Gli investitori riflettono sui dati Usa, dove sono stati creati 151mila nuovi posti di lavoro a gennaio (meno delle previsioni), ma il tasso di disoccupazione è sceso dal 5 al 4,9% ai minimi dal febbraio 2008. Milano chiude al -2%.
Le incertezze rilevate dai dati sul mercato del lavoro americano fanno cadere le Borse europee, che chiudono la sessione e la settimana in rosso. Milano accusa un passivo del 2,13%, Londra, in rialzo per buona parte della mattina, perde lo 0,86%, Francoforte lima l’1,14% e Parigi lo 0,67%.
Gli investitori riflettono sui dati Usa, dove sono stati creati 151mila nuovi posti di lavoro a gennaio (meno delle previsioni), ma il tasso di disoccupazione è sceso dal 5 al 4,9% ai minimi dal febbraio 2008.
La Fed si trova sempre più in una situazione problematica, perché oltre a interpretare questi dati deve fare i conti con il rallentamento globale e con le tensioni dei mercati che rendono improbabile un secondo aumento dei tassi Usa – dopo quello di dicembre – nell’immediato. Non a caso il governatore della Fed di Dallas, Robert Kaplan, ha detto che la Fed dovrebbe essere paziente nell’alzare il costo del denaro. Se prima dei dati sul lavoro gli analisti erano convinti che il costo del denaro non sarebbe stato toccato per tutto il 2016, l’aumento dei salari ha riportato in agenda la possibilità di una stretta monetaria. Ne ha pagato le conseguenze anche Wall Street, con il Nasdaq in picchiata del 2,7% e il Dow Jones in ribasso dell’1,2%.

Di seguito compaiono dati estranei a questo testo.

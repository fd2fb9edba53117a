import { z } from 'zod'
import type { Issue } from '../errors/app-error'
import { readingFields, TableReadingSchema, type TableProposal } from './measurement'
import type { ReportPort } from './worker-messages'

const port = z.custom<ReportPort>((value) => typeof (value as ReportPort | undefined)?.postMessage === 'function', {
  error: 'expected a message port',
})

/** What is asked of a table: a first proposal, the proposal again under a corrected reading, or the numbers. */
export const TableTaskSchema = z.discriminatedUnion('task', [
  z.strictObject({ task: z.literal('propose') }),
  z.strictObject({
    task: z.literal('proposeWith'),
    reading: TableReadingSchema,
    answered: z.array(z.enum(readingFields)),
  }),
  z.strictObject({ task: z.literal('read'), reading: TableReadingSchema }),
])
export type TableTask = z.infer<typeof TableTaskSchema>

/** What the thread that reads tables is told. It opens the file itself, so that its bytes cross no thread. */
export const TableMessageSchema = z.strictObject({
  path: z.string().min(1),
  work: TableTaskSchema,
  stop: z.instanceof(Int32Array),
  port,
})

export interface StoredSpectrum {
  energiesMeV: Float64Array
  values: Float64Array
  uncertainties: Float64Array | null
}

export type TableAnswer =
  | { ok: true; proposal: TableProposal }
  | { ok: true; spectrum: StoredSpectrum }
  | { ok: false; code: string; message: string; issues: Issue[] }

Sui listini tratta in rialzo Bnp Paribas sulla scia dei risultati del 2015. L’euro chiude in leggero calo, ma sopra 1,1 dollari; lo spread segna 126 punti base con un rendimento del decennale italiano all’1,56%. L’attenzione degli analisti è rivolta alle prossime mosse delle banche centrali: un intervento a marzo della Bce dopo l’intervento di Mario Draghi al Parlamento europeo. Gli addetti ai lavori si aspettano un taglio dei tassi sui depositi al -0,4%, cui potrebbe far seguito un aumento degli acquisti con il Quantitative easing, mentre Barclays non esclude che il tasso scenda al -0,5% entro fine anno. Sulla stessa lunghezza d’onda potrebbe muoversi la Bank of Japan che la scorsa settimana ha portato in negativo il costo del denaro.